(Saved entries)
┌──
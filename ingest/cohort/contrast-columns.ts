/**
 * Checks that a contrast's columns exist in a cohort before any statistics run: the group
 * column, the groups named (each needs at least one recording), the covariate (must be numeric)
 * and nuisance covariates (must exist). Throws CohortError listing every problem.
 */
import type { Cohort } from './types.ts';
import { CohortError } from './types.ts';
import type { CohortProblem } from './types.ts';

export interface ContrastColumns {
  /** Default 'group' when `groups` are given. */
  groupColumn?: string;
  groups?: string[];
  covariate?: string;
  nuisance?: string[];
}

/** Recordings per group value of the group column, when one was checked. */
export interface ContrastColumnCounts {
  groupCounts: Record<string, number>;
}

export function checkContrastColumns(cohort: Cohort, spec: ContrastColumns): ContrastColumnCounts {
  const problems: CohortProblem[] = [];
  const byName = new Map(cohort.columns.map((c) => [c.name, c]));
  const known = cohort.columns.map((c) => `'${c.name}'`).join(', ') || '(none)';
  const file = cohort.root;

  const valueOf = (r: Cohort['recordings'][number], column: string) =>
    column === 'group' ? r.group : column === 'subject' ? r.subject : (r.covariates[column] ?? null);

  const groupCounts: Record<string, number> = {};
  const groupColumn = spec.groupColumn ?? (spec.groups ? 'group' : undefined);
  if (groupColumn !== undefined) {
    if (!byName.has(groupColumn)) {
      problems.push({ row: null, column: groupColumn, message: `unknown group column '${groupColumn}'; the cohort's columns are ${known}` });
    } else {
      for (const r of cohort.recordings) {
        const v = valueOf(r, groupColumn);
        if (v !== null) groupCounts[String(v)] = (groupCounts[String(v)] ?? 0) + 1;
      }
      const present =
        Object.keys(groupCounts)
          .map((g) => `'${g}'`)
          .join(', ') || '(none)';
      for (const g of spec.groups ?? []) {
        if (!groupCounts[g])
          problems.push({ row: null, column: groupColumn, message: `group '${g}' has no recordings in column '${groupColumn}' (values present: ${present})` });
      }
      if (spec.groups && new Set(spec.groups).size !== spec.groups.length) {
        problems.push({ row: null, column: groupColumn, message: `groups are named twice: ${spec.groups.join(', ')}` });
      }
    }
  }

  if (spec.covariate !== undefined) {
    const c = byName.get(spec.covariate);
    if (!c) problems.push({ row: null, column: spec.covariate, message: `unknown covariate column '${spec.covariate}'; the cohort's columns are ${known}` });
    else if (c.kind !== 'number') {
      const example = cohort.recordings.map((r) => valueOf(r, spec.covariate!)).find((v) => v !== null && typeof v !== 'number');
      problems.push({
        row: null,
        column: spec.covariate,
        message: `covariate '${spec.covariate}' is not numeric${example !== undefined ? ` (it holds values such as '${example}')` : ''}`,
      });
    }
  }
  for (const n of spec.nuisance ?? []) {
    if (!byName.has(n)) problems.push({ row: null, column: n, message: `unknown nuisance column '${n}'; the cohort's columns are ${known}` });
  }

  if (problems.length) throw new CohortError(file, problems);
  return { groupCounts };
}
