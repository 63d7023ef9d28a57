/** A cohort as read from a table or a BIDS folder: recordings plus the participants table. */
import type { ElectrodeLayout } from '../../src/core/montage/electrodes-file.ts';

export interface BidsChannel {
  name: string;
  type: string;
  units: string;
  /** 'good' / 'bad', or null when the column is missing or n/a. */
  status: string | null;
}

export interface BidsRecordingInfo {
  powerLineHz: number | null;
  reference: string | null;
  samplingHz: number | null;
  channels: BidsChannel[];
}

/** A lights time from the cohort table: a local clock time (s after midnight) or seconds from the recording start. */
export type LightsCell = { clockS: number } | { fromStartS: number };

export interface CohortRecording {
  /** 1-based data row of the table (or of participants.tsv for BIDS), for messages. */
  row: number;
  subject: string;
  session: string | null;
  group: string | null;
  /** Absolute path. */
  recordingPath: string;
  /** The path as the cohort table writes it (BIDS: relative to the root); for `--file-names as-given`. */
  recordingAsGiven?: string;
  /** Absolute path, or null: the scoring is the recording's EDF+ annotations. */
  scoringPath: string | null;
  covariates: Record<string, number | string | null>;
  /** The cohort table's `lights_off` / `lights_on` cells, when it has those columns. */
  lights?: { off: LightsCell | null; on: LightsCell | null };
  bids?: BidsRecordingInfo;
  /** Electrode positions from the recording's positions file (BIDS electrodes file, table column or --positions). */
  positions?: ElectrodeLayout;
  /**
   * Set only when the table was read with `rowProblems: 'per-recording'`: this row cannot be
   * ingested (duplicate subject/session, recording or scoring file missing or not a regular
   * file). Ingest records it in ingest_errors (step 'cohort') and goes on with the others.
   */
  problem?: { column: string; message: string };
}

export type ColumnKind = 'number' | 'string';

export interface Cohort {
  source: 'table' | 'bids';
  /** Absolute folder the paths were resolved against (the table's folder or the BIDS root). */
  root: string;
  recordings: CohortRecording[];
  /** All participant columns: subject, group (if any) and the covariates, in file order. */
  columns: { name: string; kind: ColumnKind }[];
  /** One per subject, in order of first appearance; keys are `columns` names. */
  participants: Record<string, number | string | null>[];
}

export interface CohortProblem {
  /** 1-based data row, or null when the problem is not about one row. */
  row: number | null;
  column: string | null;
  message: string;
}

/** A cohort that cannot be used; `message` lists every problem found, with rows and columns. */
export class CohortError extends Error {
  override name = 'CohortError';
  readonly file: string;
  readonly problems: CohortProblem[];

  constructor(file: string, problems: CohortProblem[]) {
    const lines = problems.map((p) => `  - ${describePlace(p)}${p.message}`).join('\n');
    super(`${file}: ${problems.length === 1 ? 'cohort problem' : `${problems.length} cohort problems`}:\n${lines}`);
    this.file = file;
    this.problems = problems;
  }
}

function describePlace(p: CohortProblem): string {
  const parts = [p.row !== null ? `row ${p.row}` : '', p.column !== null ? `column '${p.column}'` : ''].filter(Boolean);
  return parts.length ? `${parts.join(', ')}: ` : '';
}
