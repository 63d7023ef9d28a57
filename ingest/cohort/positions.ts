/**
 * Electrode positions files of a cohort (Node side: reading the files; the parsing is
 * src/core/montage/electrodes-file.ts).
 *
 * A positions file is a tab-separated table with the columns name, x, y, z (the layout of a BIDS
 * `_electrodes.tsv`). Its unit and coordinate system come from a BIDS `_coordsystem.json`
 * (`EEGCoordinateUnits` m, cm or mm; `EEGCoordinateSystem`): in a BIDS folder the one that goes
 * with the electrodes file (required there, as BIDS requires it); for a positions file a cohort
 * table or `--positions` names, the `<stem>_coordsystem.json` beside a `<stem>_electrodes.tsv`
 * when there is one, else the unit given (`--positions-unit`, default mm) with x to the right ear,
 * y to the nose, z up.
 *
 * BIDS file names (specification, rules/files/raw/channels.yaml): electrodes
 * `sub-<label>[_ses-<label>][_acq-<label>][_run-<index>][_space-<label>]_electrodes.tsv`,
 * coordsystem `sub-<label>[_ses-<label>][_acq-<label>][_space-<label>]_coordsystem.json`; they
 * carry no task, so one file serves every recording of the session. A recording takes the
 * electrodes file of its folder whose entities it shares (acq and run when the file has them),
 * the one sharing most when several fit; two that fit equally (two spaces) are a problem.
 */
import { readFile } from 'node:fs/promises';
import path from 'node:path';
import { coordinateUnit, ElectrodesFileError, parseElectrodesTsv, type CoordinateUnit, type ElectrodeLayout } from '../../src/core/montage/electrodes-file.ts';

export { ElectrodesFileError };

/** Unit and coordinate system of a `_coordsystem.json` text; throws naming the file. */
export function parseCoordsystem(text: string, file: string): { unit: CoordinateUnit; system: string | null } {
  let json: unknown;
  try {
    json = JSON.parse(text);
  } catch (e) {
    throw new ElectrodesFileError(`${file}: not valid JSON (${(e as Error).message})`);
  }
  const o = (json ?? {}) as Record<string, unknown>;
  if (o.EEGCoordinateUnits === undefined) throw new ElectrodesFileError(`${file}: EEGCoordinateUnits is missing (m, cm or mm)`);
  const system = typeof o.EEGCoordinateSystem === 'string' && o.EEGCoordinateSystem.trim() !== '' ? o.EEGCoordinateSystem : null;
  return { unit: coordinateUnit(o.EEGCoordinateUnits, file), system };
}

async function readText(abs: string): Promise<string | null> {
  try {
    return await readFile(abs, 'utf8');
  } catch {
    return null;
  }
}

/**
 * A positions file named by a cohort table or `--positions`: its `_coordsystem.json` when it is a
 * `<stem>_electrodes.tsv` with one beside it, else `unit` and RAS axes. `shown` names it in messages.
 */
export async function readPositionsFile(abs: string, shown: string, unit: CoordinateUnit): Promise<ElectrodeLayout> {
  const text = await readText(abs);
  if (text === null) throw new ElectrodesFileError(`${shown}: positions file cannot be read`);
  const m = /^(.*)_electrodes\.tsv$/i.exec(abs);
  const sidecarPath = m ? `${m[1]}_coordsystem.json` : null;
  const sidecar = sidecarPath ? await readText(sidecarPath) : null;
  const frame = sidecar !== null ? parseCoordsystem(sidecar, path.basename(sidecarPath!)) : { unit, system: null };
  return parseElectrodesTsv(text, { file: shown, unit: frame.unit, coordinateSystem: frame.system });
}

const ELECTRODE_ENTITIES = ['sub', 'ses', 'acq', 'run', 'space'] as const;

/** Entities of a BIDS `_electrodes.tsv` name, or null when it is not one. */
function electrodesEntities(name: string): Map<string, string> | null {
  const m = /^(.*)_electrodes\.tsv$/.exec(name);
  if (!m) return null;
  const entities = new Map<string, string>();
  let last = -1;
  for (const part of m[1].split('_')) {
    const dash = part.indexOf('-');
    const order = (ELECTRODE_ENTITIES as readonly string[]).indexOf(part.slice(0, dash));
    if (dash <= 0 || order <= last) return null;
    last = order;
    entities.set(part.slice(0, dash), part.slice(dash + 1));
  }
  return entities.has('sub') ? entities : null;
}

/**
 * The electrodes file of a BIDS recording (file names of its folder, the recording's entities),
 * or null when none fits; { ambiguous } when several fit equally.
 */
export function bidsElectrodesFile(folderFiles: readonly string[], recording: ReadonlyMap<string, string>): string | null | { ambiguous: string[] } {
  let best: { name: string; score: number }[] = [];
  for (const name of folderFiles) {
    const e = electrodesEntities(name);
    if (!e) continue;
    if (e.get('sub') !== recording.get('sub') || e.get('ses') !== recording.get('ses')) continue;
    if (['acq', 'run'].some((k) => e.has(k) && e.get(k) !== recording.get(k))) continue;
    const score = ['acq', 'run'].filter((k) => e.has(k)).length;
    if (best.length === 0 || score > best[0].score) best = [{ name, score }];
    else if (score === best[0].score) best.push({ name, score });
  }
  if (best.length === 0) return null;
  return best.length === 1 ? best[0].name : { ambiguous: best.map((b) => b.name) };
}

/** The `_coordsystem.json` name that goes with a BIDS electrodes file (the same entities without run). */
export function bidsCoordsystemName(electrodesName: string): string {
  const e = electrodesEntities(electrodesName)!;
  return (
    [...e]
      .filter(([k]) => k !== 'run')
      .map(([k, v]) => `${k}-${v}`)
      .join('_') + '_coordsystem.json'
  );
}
└──
┌──
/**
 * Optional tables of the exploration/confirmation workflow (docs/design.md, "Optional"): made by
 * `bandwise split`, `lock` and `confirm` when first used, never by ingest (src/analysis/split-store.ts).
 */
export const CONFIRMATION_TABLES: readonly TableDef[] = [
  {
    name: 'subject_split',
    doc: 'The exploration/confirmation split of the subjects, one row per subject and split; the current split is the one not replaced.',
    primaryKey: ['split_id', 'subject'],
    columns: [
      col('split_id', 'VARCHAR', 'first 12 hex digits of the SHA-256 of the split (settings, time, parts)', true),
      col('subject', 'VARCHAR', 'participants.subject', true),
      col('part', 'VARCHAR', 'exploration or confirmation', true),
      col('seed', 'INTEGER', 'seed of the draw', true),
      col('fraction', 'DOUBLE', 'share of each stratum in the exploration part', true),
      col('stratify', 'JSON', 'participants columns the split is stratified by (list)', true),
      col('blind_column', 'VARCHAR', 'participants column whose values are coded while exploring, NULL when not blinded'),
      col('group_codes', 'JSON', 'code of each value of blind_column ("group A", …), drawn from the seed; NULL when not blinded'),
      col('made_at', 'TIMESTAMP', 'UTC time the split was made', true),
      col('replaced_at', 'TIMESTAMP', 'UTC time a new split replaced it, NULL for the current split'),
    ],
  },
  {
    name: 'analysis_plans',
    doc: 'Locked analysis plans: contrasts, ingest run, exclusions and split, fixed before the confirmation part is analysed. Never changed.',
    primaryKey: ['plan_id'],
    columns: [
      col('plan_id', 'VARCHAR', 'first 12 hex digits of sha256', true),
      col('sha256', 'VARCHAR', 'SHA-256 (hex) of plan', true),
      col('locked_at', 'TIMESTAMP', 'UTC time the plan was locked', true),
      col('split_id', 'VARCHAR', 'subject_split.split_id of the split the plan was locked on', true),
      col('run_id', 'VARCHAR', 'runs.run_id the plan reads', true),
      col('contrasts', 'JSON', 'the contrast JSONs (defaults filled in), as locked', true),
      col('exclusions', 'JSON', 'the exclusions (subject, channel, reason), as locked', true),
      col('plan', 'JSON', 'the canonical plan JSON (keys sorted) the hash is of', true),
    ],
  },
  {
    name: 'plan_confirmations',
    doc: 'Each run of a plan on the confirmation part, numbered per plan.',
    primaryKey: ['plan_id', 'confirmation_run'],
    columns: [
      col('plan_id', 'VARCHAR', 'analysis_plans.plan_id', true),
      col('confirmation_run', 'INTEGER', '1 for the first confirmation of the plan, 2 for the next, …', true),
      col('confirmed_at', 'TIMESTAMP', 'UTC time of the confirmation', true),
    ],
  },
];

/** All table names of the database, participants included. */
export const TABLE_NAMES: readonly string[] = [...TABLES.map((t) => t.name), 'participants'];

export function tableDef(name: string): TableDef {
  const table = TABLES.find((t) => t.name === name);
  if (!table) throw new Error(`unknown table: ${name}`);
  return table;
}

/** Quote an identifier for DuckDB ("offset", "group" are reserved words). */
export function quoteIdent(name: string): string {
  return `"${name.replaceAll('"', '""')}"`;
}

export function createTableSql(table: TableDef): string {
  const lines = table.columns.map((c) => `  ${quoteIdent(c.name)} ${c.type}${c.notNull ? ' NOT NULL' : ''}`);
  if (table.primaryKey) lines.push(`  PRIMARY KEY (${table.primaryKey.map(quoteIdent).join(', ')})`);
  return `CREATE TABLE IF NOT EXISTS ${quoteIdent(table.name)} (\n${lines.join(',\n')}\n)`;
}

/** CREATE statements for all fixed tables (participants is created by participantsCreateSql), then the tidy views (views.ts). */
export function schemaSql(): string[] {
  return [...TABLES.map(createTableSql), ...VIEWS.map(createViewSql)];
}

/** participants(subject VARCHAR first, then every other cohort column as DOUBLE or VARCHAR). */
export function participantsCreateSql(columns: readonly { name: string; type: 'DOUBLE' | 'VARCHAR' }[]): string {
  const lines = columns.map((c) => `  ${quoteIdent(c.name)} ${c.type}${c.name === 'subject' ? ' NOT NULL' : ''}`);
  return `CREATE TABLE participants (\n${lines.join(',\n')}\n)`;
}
└──
┌──
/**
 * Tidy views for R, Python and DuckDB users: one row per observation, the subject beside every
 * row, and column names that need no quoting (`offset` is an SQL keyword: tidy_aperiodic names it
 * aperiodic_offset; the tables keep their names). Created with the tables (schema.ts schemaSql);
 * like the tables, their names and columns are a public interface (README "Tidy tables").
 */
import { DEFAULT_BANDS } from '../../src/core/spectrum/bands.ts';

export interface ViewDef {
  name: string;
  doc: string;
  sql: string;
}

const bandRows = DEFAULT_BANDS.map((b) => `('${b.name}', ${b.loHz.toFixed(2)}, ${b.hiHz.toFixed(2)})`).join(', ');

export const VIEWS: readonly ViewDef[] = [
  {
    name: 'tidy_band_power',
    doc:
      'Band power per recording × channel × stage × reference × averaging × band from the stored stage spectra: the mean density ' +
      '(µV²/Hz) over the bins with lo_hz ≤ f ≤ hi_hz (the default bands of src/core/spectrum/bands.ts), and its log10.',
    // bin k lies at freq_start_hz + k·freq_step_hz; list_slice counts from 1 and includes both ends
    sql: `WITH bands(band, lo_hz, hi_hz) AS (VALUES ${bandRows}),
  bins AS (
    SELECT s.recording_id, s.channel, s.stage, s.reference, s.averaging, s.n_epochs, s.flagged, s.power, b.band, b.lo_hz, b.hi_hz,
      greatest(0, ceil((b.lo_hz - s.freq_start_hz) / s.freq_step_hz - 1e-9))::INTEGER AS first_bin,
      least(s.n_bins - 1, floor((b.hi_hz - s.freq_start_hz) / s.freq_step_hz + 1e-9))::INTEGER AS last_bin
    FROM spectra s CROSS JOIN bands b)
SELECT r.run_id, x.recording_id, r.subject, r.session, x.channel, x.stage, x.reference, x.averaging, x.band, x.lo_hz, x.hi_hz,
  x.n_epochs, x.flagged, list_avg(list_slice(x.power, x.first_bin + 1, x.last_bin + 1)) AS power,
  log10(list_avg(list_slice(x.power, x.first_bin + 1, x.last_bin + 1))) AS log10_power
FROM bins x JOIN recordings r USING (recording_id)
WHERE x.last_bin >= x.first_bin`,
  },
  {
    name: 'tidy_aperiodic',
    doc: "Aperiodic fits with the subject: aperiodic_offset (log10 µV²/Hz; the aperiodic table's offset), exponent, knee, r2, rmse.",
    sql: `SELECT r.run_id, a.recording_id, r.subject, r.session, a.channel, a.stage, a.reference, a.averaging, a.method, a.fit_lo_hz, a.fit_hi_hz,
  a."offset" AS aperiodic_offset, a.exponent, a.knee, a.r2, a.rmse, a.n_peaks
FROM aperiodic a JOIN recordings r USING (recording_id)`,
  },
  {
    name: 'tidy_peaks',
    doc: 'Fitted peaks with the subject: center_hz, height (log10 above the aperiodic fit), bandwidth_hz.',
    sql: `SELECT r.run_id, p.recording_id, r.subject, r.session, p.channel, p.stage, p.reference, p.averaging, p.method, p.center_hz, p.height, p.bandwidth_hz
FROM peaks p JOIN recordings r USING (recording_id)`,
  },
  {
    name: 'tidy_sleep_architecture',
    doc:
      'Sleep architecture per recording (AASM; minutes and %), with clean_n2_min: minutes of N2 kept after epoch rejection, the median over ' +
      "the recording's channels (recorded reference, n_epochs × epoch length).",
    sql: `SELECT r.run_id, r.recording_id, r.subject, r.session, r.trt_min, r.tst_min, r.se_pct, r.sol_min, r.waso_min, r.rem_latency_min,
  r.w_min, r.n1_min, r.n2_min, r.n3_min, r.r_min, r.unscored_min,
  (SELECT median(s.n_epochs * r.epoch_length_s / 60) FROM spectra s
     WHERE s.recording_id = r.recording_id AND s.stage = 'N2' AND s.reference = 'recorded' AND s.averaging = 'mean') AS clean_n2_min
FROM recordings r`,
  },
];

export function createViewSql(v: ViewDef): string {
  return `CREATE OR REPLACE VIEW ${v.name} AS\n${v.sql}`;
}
└──
THE PROBLEM → All that is needed is the exact run of lines above from the line containing "filename ingest/cohort/contrast-columns.ts" through the line containing "(must be numeric)", both of them included.

RESULT BELOW →
filename ingest/cohort/contrast-columns.ts
/**
 * Checks that a contrast's columns exist in a cohort before any statistics run: the group
 * column, the groups named (each needs at least one recording), the covariate (must be numeric)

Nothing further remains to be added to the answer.